É claro que - no curto e médio prazo - o governo federal tem a obrigação deste socorro, aprimorando programas como o Mais Médicos, o Bolsa Família etc. Estes programas, para serem aprimorados, necessitam também passar por uma auditoria. Então, no final das contas, ao menos no que está sendo prometido, o pensamento de Bolsonaro está alinhado com os dos prefeitos.

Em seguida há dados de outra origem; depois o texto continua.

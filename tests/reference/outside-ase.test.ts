import { spawnSync } from 'node:child_process';
import { mkdtempSync, readdirSync, readFileSync, rmSync } from 'node:fs';
import { tmpdir } from 'node:os';
import { join } from 'node:path';
import { afterAll, beforeAll, describe, expect, it, type TestContext } from 'vitest';
import { scanEntries } from '../../server/src/formats/annotation/entries';
import { typedValue } from '../../server/src/formats/annotation/values';
import { parse } from '../../server/src/formats/parse';
import type { FrameTree } from '../../server/src/formats/tree';
import { symbolOf } from '../../server/src/physics/elements';
import { snapshotOf } from '../../server/src/text/snapshot';
import { polewise, ROOT } from './data/outside-cli';
import { read } from './data/outside-program';

/**
 * An annotated file stays a file for other programs: the samples, and the dimers that the program writes, are read by the extended
 * XYZ reader of ASE (Atomic Simulation Environment), and ASE's own files by the program. Where ASE is not installed the tests that
 * need it are skipped with the reason, and what the convention asks of a file is checked alone.
 */

const MISSING = 'ASE is not installed: apt-get install python3-ase';

function python(script: string, argv: readonly string[] = []): { ok: boolean; stdout: string } {
  for (const command of ['/usr/bin/python3', 'python3']) {
    const { status, stdout } = spawnSync(command, ['-c', script, ...argv], { encoding: 'utf8', maxBuffer: 2 ** 28 });
    if (status === 0) return { ok: true, stdout };
  }
  return { ok: false, stdout: '' };
}

const probe = python('import ase, ase.io; print(ase.__version__)');
const ase = probe.ok ? `ASE ${probe.stdout.trim()}` : `ASE [${MISSING}]`;

function needAse(context: TestContext): void {
  if (!probe.ok) context.skip(MISSING);
}

interface AseFrame {
  symbols: string[];
  positions: number[][];
  charges: number[] | null;
  fragment: (string | number)[] | null;
  cell: number[][];
  pbc: boolean[];
}

const READER = `
import json, sys
from ase.io import read
def charges(atoms):
    for name in ('initial_charges', 'charge', 'charges'):
        if name in atoms.arrays:
            return atoms.arrays[name].tolist()
    if atoms.calc is not None and atoms.calc.results.get('charges') is not None:
        return atoms.calc.results['charges'].tolist()
    return None
def record(atoms):
    return dict(symbols=atoms.get_chemical_symbols(), positions=atoms.get_positions().tolist(), charges=charges(atoms),
                fragment=atoms.arrays['fragment'].tolist() if 'fragment' in atoms.arrays else None,
                cell=atoms.cell.tolist() if atoms.cell.rank else [], pbc=atoms.pbc.tolist())
print(json.dumps([[record(a) for a in read(p, index=':', format='extxyz')] for p in sys.argv[1:]]))
`;

function aseReads(paths: readonly string[]): AseFrame[][] {
  const { ok, stdout } = python(READER, paths);
  expect(ok).toBe(true);
  return JSON.parse(stdout);
}

const programReads = (path: string) => parse(snapshotOf(readFileSync(path, 'utf8')), 'xyz');

function asAse({ atoms, groups, cell }: FrameTree): AseFrame {
  const rows = (values: ArrayLike<number>) =>
    Array.from({ length: values.length / 3 }, (_, k) => [values[3 * k]!, values[3 * k + 1]!, values[3 * k + 2]!]);
  const name = (k: number) => (groups!.areWords ? groups!.names[k]! : Number(groups!.names[k]!));
  return {
    symbols: Array.from(atoms.element, symbolOf),
    positions: rows(atoms.positionA),
    charges: atoms.chargeE === null ? null : Array.from(atoms.chargeE),
    fragment: atoms.group === null ? null : Array.from(atoms.group, name),
    cell: cell === null ? [] : rows(cell.vectorsA),
    pbc: cell === null ? [false, false, false] : [...cell.periodic],
  };
}

const SAMPLES = readdirSync(join(ROOT, 'samples'))
  .filter((name) => name.endsWith('.xyz') && !name.startsWith('typical-mistakes'))
  .map((name) => join('samples', name));

describe(`samples and ${ase}`, () => {
  it('there are at least six samples', () => {
    expect(SAMPLES.length).toBeGreaterThanOrEqual(6);
  });

  for (const sample of SAMPLES) {
    it(`${sample} is read by ASE as by the program`, (context) => {
      needAse(context);
      const [frames] = aseReads([join(ROOT, sample)]);
      expect(frames).toEqual(programReads(join(ROOT, sample)).frames.map(asAse));
    });
  }

  it.each(SAMPLES)('%s keeps to the convention', (sample) => {
    expectConvention(readFileSync(join(ROOT, sample), 'utf8'));
  });
});

/** What the convention asks: count, columns as declared, lists flat and quoted, and values that every reader takes. */
function expectConvention(text: string): void {
  const lines = text.split('\n');
  for (let at = 0; at < lines.length && lines[at]!.trim() !== ''; ) {
    const count = Number(lines[at]);
    expect(Number.isInteger(count) && count > 0).toBe(true);
    const comment = snapshotOf(lines[at + 1]!);
    const entries = scanEntries(comment, 0, comment.length);
    for (const entry of entries) {
      expect(entry.key).toMatch(/^[A-Za-z][A-Za-z0-9_]*$/);
      expect(entry.form).toMatch(/^(?:bare|quoted)$/);
      if (entry.key !== 'kind_axes') expect([entry.key, typedValue(comment, entry).kind]).not.toContain('invalid');
    }
    // Without the key a line is a symbol and three coordinates.
    const properties = entries.find(({ key }) => key === 'Properties')?.inner;
    const declared = properties === undefined ? 'species:S:1:pos:R:3' : comment.slice(properties.start, properties.end);
    const widths = declared.split(':').filter((_, k) => k % 3 === 2);
    const columns = widths.reduce((sum, width) => sum + Number(width), 0);
    for (const line of lines.slice(at + 2, at + 2 + count)) expect(line.trim().split(/\s+/)).toHaveLength(columns);
    at += count + 2;
  }
}

describe(`files that dimers writes and ${ase}`, () => {
  const folder = mkdtempSync(join(tmpdir(), 'polewise-ase-'));
  afterAll(() => rmSync(folder, { recursive: true, force: true }));

  const sources: [source: string, advice: string][] = [
    ['samples/water-cluster.xyz', 'accept,review,compute'],
    ['samples/ion-pair.xyz', 'accept,review,compute'],
    ['samples/media-and-units.xyz', 'accept,review,compute'],
    ['samples/nonpolar-pair.xyz', 'accept,review,compute'],
    ['samples/polar-dimer-scan.xyz', 'accept,review,compute'],
    ['samples/periodic-box.xyz', 'compute'],
    ['samples/binding-site.pdb', 'accept,review,compute'],
  ];
  describe.each(sources)('%s (%s)', (source, advice) => {
    const out = join(folder, source.replace(/\W/g, '-'));
    let paths: string[] = [];
    beforeAll(() => {
      expect(polewise('dimers', source, '--out', out, '--advice', advice).status).toBe(0);
      paths = readdirSync(out).map((name) => join(out, name));
    });

    it('writes at least one file', () => {
      expect(paths.length).toBeGreaterThan(0);
    });

    it('each keeps to the convention', () => {
      for (const path of paths) expectConvention(readFileSync(path, 'utf8'));
    });

    it('each has two fragments and no error', () => {
      for (const path of paths) {
        const { fragments, findings } = read(readFileSync(path, 'utf8'));
        expect(fragments).toHaveLength(2);
        expect(findings.filter((finding) => finding.startsWith('error'))).toEqual([]);
      }
    });

    it('each is read by ASE as by the program', (context) => {
      needAse(context);
      expect(aseReads(paths)).toEqual(paths.map((path) => programReads(path).frames.map(asAse)));
    });
  });
});

describe(`files that ${ase} writes`, () => {
  const WRITER = `
import sys
from ase import Atoms
from ase.io import write
from ase.calculators.singlepoint import SinglePointCalculator
water = Atoms('OH2', positions=[[0, 0, 0.119], [0, 0.763, -0.477], [0, -0.763, -0.477]], cell=[[9, 0, 0], [1, 8, 0], [0, 2, 7]],
              pbc=[True, False, True])
water.set_initial_charges([-0.8, 0.4, 0.4])
water.calc = SinglePointCalculator(water, energy=-14.2, dipole=[0, 0, -0.39], forces=[[0, 0, 1], [0, 0, 0], [0, 0, -1]])
water.info['note'] = 'written by ASE'
write(sys.argv[1], [water, water], format='extxyz')
`;
  it('are read with symbols, positions, charges, cell and periodic directions, and no error or warning', (context) => {
    needAse(context);
    const folder = mkdtempSync(join(tmpdir(), 'polewise-ase-'));
    const path = join(folder, 'water.xyz');
    expect(python(WRITER, [path]).ok).toBe(true);
    const text = readFileSync(path, 'utf8');
    rmSync(folder, { recursive: true, force: true });
    const { file, findings, fragments } = read(text);
    expect(file.frames).toHaveLength(2);
    expect(asAse(file.frames[1]!)).toEqual({
      symbols: ['O', 'H', 'H'],
      positions: [
        [0, 0, 0.119],
        [0, 0.763, -0.477],
        [0, -0.763, -0.477],
      ],
      charges: [-0.8, 0.4, 0.4],
      fragment: null,
      cell: [
        [9, 0, 0],
        [1, 8, 0],
        [0, 2, 7],
      ],
      pbc: [true, false, true],
    });
    expect(fragments[0]!.dipoleSource).toBe('charges');
    expect(findings.filter((finding) => /^(?:error|warning)/.test(finding))).toEqual([]);
  });
});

Mas se este governo quer fazer a diferença, precisa também ir além e criar - junto com os prefeitos - o estudo aprofundado do pacto federativo. Isto também envolve o Congresso Nacional e outros poderes constituídos.
Torna-se, assim, mais complicado em função do estamento burocrático que temos, que trabalhou com duas filosofias execráveis ao longo da história: 1) a democracia emana do povo para contra ele ser exercida; e 2) farinha pouca, meu pirão primeiro.
Ao que tudo indica, o futuro governo terá um pensamento diferente. O próprio Bolsonaro já usou o lema Mais Brasil, Menos Brasília. Quatro anos podem não ser o suficiente para essa revisão profunda, mas pode ser o início. É possível rever o pacto federativo e falar em federalismo no Brasil. Ter o pensamento de Tavares Bastos como norte pode ser importante nesse momento.